The panel is not expected to vote until April 4. Then the full Senate will vote later that week, requiring a simple majority to grant Jackson, 51, a federal appeals judge, a lifetime appointment on the high court.
Despite the long odds, conservative activists haven’t given up on scuttling Jackson’s nomination or at least tilting the politics in their favor. Mike Davis, a former chief nominations counsel for Senate Republicans, said his group, the Article III Project, plans to run digital ads in West Virginia, Arizona, Georgia and other states highlighting Jackson’s sentencing record in child pornography cases.
Davis said he spotted an opening when he was going through a transcript of her remarks about the issue a decade ago when she was on the U.S. Sentencing Commission. He flagged it to Judiciary Committee Republicans, who started digging into her record as a trial judge.

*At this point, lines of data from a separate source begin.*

"""Readable measures: what an analyst reads about an account, computed per window.

Roles are found on ReFeX features (Henderson et al., "It's who you know: graph mining using
recursive structural features", KDD 2011), which are good for the factorisation but hard to
read past the first round. Roles and alerts are therefore *described* through familiar,
named measures of one window, the way the RolX sense-making step relates roles to
well-known node measures (Henderson et al., "RolX: structural role extraction & mining in
large graphs", KDD 2012):

==================  ===============================================================
``events_out``      events the account sent (out-strength in event counts)
``events_in``       events it received (in-strength in event counts)
``out_degree``      distinct accounts it sent to
``in_degree``       distinct accounts it received from
``sent_share``      events sent / events sent and received (0.5 when none)
``reciprocity``     share of its counterparts with ties both ways
``clustering``      share of its counterpart pairs that deal with each other (local
                    clustering, Watts & Strogatz 1998; undirected, unweighted)
``brokerage``       counterparts that do not deal with each other: Burt's effective size
                    ``d - 2 t / d`` (Burt, "Structural holes", 1992; Borgatti, "Structural
                    holes: unpacking Burt's redundancy measures", Connections 1997)
``new_share``       share of its counterparts it had no tie with before (NaN when the
                    history is not given)
==================  ===============================================================

Brokerage stands for betweenness in the description of roles: an account whose
counterparts do not know each other sits on the shortest paths between them (Everett &
Borgatti, "Ego network betweenness", Social Networks 2005, show ego-network and whole-graph
betweenness agree closely), and it costs only the triangle counts the clustering needs.

:func:`feature_label` turns a recursive ReFeX feature name into words.
"""

from __future__ import annotations

from dataclasses import dataclass

import numpy as np
import scipy.sparse as sp

from .errors import EngineInputError
from .features.triangles import binary_pattern, off_diagonal_pattern, triangles_per_node

__all__ = [
    "MEASURES",
    "MEASURE_LABELS",
    "SHARE_MEASURES",
    "ReadableMeasures",
    "feature_label",
    "readable_measures",
]

MEASURES = (
    "events_out",
    "events_in",
    "out_degree",
    "in_degree",
    "sent_share",
    "reciprocity",
    "clustering",
    "brokerage",
    "new_share",
)

#: What each measure means, in words a reviewer reads beside its value.
MEASURE_LABELS = {
    "events_out": "events sent",
    "events_in": "events received",
    "out_degree": "accounts it sends to",
    "in_degree": "accounts it receives from",
    "sent_share": "share of its events that it sends",
    "reciprocity": "share of counterparts it deals with both ways",
    "clustering": "share of its counterpart pairs that deal with each other",
    "brokerage": "counterparts that do not deal with each other",
    "new_share": "share of counterparts it had not dealt with before",
}

#: Measures that are shares in [0, 1]; the others are counts.
SHARE_MEASURES = frozenset({"sent_share", "reciprocity", "clustering", "new_share"})


@dataclass(frozen=True)
class ReadableMeasures:
    """Readable measures of some accounts of one window.

    Attributes
    ----------
    rows : ndarray of int, shape (r,)
        The snapshot rows (nodes) measured.
    values : ndarray, shape (r, len(MEASURES))
        One column per name of :data:`MEASURES`.
    """

    rows: np.ndarray
    values: np.ndarray

    def column(self, name: str) -> np.ndarray:
        """The values of one measure, in ``rows`` order."""
        return self.values[:, MEASURES.index(name)]

    def row(self, position: int) -> dict[str, float]:
        """The measures of the ``position``-th measured account by name."""
        return {name: float(v) for name, v in zip(MEASURES, self.values[position], strict=True)}


def _blocks_of(C: sp.csr_matrix, nodes: np.ndarray | None) -> tuple[sp.spmatrix, sp.spmatrix]:
    """The events out of and into ``nodes`` (all when None), one row per node: rows of ``C``
    and of its transpose, taken from ``C`` without transposing the whole matrix."""
    if nodes is None:
        return C, C.T
    return C[nodes], C[:, nodes].T


def _ties_of(C: sp.csr_matrix, nodes: np.ndarray | None) -> tuple[sp.csr_matrix, sp.csr_matrix]:
    """The out- and in-ties (0/1, no self-ties) of ``nodes`` (all when None), one row each."""
    sent, received = _blocks_of(C, nodes)
    return off_diagonal_pattern(sent, nodes), off_diagonal_pattern(received, nodes)


def _triangles_around(C: sp.csr_matrix, U: sp.csr_matrix, rows: np.ndarray) -> np.ndarray:
    """Triangles through each of ``rows`` (``U``: their undirected 0/1 tie rows).

    ``U @ N``, with ``N`` the undirected tie rows of their counterparts (built here from
    ``C``, not for the whole graph), masked by ``U`` counts each triangle twice per row:
    one entry per two-step path from ``rows``. When those paths outnumber the matrix's own
    entries (many rows, or rows next to hubs) the degree-ordered listing of every node
    (Schank & Wagner 2005) is cheaper and is used instead.
    """
    around = np.unique(U.indices)
    out, into = _ties_of(C, around)
    near = binary_pattern(out + into)
    to_near = U[:, around]
    paths = float((to_near @ np.diff(near.indptr).astype(np.float64)).sum())
    if paths > max(C.nnz, 1 << 20):
        return triangles_per_node(C)[rows]
    two_steps = (to_near @ near).multiply(U)
    return np.asarray(two_steps.sum(axis=1)).ravel() / 2.0


def readable_measures(
    counts: sp.spmatrix,
    *,
    rows: np.ndarray | None = None,
    new_counterparts: np.ndarray | None = None,
    triangles: np.ndarray | None = None,
) -> ReadableMeasures:
    """The :data:`MEASURES` of every node (or of ``rows``) of one window.

    Parameters
    ----------
    counts : sparse matrix, shape (n, n)
        Events from row account to column account (a snapshot's ``counts``); the diagonal
        is ignored for the tie measures.
    rows : array of int, optional
        Nodes to measure; all when None. Degrees and event counts are sums over the whole
        matrix either way; triangles are counted only around ``rows``.
    new_counterparts : array, shape (n,), optional
        Counterparts of each node it had no tie with before (e.g.
        :attr:`rolewatch.engine.activity.Activity.new_counterparts`); ``new_share`` is NaN
        without it.
    triangles : array, shape (n,), optional
        Triangles through every node of the undirected view, already counted (e.g.
        :attr:`rolewatch.engine.features.FeatureTable.triangles`); counted here when None.

    Returns
    -------
    ReadableMeasures

    Notes
    -----
    Degree, reciprocity and clustering follow networkx's definitions
    (``DiGraph.out_degree``, ``networkx.reciprocity`` per node, ``networkx.clustering`` on
    the undirected view) and brokerage ``networkx.effective_size`` on the undirected view;
    the tests compare with them.
    """
    C = sp.csr_matrix(counts, dtype=np.float64)
    n = C.shape[0]
    if C.shape != (n, n):
        raise EngineInputError(f"counts must be a square matrix, got shape {C.shape}")
    picked = np.arange(n) if rows is None else np.asarray(rows, dtype=np.int64)
    if picked.size and (picked.min() < 0 or picked.max() >= n):
        raise EngineInputError(f"rows must be node indices in [0, {n}), got {picked.min()}…")
    # only the measured rows' own ties are read: a few alerted accounts of a large window
    # would otherwise cost several copies of the whole graph
    nodes = None if rows is None else picked
    sent, received = _blocks_of(C, nodes)
    out, into = off_diagonal_pattern(sent, nodes), off_diagonal_pattern(received, nodes)
    U = binary_pattern(out + into)
    out_deg = np.diff(out.indptr).astype(np.float64)
    in_deg = np.diff(into.indptr).astype(np.float64)
    deg = np.diff(U.indptr).astype(np.float64)
    mutual = np.asarray(out.multiply(into).sum(axis=1)).ravel()
    ev_out = np.asarray(sent.sum(axis=1)).ravel()
    ev_in = (
        np.asarray(C.sum(axis=0)).ravel()
        if rows is None
        else np.asarray(received.sum(axis=1)).ravel()
    )
    if triangles is not None:
        tri = np.asarray(triangles, dtype=np.float64)[picked]
    elif rows is None:
        tri = triangles_per_node(U)
    else:
        tri = _triangles_around(C, U, picked)
    pairs = deg * (deg - 1)
    events = ev_out + ev_in
    if new_counterparts is None:
        new_share = np.full(len(picked), np.nan)
    else:
        new = np.asarray(new_counterparts, dtype=np.float64)[picked]
        new_share = np.divide(new, deg, out=np.zeros(len(picked)), where=deg > 0)
    values = np.column_stack(
        [
            ev_out,
            ev_in,
            out_deg,
            in_deg,
            np.divide(ev_out, events, out=np.full(len(picked), 0.5), where=events > 0),
            np.divide(mutual, deg, out=np.zeros(len(picked)), where=deg > 0),
            np.divide(2.0 * tri, pairs, out=np.zeros(len(picked)), where=pairs > 0),
            np.divide(deg * deg - 2.0 * tri, deg, out=np.zeros(len(picked)), where=deg > 0),
            new_share,
        ]
    )
    return ReadableMeasures(rows=picked, values=values)


# --- recursive feature labels ---------------------------------------------------------------

_BASE_LABELS = {
    "in_degree": "accounts writing to {obj}",
    "out_degree": "accounts {subj} {writes} to",
    "degree": "counterparts",
    "in_strength": "amount received",
    "out_strength": "amount sent",
    "in_events": "events received",
    "out_events": "events sent",
    "reciprocity": "share of two-way counterparts",
    "ego_edges": "ties within {its} circle",
    "ego_boundary_edges": "ties leaving {its} circle",
    "ego_arcs_within": "arcs within {its} circle",
    "ego_arcs_out": "arcs out of {its} circle",
    "ego_arcs_in": "arcs into {its} circle",
}
_KIND = {"sum": "total", "mean": "average"}
_OVER = {
    "in": "accounts writing to {obj}",
    "out": "accounts {subj} {writes} to",
    "all": "counterparts",
}
_SINGULAR = {"obj": "it", "subj": "it", "writes": "writes", "its": "its"}
_PLURAL = {"obj": "them", "subj": "they", "writes": "write", "its": "their"}


def feature_label(name: str) -> str:
    """A ReFeX feature name in words, never a nested formula.

    ``mean_out(degree)`` reads "average counterparts of the accounts it writes to";
    ``mean_out(sum_in(degree))`` reads "average, over the accounts it writes to, of the
    total counterparts of the accounts writing to them".

    Parameters
    ----------
    name : str
        A base feature or ``op(parent)``, ``op`` in sum/mean × in/out/all
        (:mod:`rolewatch.engine.features.definitions`). Unknown names come back unchanged.

    Returns
    -------
    str
    """
    return _label(name, _SINGULAR)


def _label(name: str, words: dict[str, str]) -> str:
    if name in _BASE_LABELS:
        return _BASE_LABELS[name].format(**words)
    op, sep, rest = name.partition("(")
    kind, _, direction = op.partition("_")
    if not sep or not rest.endswith(")") or kind not in _KIND or direction not in _OVER:
        return name
    parent = rest[:-1]
    over = _OVER[direction].format(**words)
    if parent in _BASE_LABELS:
        return f"{_KIND[kind]} {_BASE_LABELS[parent].format(**_PLURAL)} of the {over}"
    return f"{_KIND[kind]}, over the {over}, of the {_label(parent, _PLURAL)}"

Not long afterward, Sen. Josh Hawley, R-Mo., posted a Twitter thread that turned heads. The blowback was quick, with the White House and fact checkers noting that Jackson’s sentencing practices were within the mainstream and conservative former prosecutor Andrew C. McCarthy calling Hawley’s claims “meritless to the point of demagoguery.”
Still, Davis said, voters will judge the “lenient” punishments.
“For Democrats, this confirmation went from being a political win to at best a political wash, and it could be a political loss,” he said.
Davis argued that Jackson’s confirmation would have one upside for Republicans. She wouldn’t, in his view, be able to “pick off two conservative justices and eke out liberal victories” from time to time on the 6-3 court. By contrast, he said, California Supreme Court Justice Leondra Kruger, a finalist for the nomination, whom he compared to Justice Elena Kagan, would have been more able to entice a couple of conservatives to join more moderate rulings.